Source information
########
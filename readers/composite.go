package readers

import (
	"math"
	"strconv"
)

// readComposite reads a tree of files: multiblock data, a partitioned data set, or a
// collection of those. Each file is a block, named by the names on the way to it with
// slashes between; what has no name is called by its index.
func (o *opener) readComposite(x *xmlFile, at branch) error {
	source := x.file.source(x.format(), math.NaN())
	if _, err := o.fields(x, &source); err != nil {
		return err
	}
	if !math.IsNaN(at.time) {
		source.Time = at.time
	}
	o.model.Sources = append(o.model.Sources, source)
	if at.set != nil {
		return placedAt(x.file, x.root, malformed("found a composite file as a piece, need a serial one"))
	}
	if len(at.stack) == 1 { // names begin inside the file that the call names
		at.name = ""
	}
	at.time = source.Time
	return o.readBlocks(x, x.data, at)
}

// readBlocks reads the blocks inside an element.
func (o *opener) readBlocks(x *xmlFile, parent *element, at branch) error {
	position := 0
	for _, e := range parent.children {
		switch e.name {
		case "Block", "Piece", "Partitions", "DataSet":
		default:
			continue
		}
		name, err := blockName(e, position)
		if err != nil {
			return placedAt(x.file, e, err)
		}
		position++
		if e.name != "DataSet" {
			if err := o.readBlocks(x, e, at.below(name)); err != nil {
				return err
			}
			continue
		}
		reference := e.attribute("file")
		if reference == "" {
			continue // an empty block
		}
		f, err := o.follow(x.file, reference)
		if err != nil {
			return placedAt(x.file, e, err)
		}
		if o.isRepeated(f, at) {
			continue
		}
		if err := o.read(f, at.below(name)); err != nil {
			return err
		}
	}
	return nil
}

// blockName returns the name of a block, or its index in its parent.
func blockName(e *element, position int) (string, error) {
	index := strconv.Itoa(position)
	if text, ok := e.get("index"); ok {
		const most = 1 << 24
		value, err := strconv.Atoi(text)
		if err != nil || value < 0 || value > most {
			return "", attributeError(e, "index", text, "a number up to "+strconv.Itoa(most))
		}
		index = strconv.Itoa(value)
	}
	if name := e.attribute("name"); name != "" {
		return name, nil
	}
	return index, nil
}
########
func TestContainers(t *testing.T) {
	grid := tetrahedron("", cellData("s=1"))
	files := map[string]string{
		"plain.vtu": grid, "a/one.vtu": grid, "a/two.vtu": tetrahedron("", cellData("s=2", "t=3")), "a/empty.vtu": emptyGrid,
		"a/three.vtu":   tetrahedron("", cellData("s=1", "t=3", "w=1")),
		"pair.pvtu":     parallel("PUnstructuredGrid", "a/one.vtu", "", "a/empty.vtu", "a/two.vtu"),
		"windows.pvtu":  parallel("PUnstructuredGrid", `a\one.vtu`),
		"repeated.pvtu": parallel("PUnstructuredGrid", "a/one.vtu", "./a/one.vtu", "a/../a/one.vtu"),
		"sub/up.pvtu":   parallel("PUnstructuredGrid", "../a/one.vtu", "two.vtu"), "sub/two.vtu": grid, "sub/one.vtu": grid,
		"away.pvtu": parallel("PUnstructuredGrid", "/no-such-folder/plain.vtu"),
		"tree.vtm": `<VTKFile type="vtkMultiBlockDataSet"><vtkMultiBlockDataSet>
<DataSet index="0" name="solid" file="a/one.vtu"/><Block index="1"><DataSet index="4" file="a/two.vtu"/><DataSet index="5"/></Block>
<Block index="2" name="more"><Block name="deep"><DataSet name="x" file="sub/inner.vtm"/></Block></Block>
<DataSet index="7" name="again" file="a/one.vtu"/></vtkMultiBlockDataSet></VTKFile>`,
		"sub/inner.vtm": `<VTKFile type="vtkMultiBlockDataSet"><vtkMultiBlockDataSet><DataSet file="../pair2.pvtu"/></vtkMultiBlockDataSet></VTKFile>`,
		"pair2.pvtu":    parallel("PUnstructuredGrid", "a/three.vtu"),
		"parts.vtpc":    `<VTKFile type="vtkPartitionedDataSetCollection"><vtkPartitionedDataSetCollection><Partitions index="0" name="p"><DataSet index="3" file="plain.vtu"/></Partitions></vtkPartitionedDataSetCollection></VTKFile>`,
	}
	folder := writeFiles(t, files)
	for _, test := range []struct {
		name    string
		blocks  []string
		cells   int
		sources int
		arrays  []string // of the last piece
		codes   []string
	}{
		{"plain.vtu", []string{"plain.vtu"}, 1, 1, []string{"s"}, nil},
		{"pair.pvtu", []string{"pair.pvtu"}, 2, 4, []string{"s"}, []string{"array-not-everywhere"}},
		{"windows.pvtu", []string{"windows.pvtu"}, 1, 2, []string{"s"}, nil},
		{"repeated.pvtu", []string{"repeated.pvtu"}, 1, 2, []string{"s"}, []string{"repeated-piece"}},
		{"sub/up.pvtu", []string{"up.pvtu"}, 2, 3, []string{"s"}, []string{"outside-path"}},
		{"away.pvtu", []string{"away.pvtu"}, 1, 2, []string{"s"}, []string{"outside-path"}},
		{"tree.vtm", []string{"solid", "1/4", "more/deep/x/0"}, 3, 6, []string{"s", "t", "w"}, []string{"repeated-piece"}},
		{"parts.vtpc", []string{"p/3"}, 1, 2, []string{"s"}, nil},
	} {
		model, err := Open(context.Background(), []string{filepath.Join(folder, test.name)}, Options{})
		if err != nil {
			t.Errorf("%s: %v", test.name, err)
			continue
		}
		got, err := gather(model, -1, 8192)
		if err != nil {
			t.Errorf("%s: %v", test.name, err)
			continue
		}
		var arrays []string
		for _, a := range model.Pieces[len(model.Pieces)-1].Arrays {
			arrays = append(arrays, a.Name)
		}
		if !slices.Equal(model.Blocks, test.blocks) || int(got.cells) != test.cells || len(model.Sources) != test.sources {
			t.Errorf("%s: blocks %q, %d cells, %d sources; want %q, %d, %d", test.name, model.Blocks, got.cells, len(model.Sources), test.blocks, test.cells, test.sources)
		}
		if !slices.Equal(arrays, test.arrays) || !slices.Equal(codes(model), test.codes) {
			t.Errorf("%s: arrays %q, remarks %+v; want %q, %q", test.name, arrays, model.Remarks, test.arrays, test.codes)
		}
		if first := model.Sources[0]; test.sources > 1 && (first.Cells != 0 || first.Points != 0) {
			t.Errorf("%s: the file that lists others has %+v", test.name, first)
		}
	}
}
########
What the exercise asks
Looking at the entries above, can you reproduce exactly the lines from the one that holds "filename readers/composite.go" through the one that holds "func (o *opener) readComposite(x", and only those?

Answer box
filename readers/composite.go
package readers

import (
	"math"
	"strconv"
)

// readComposite reads a tree of files: multiblock data, a partitioned data set, or a
// collection of those. Each file is a block, named by the names on the way to it with
// slashes between; what has no name is called by its index.
func (o *opener) readComposite(x *xmlFile, at branch) error {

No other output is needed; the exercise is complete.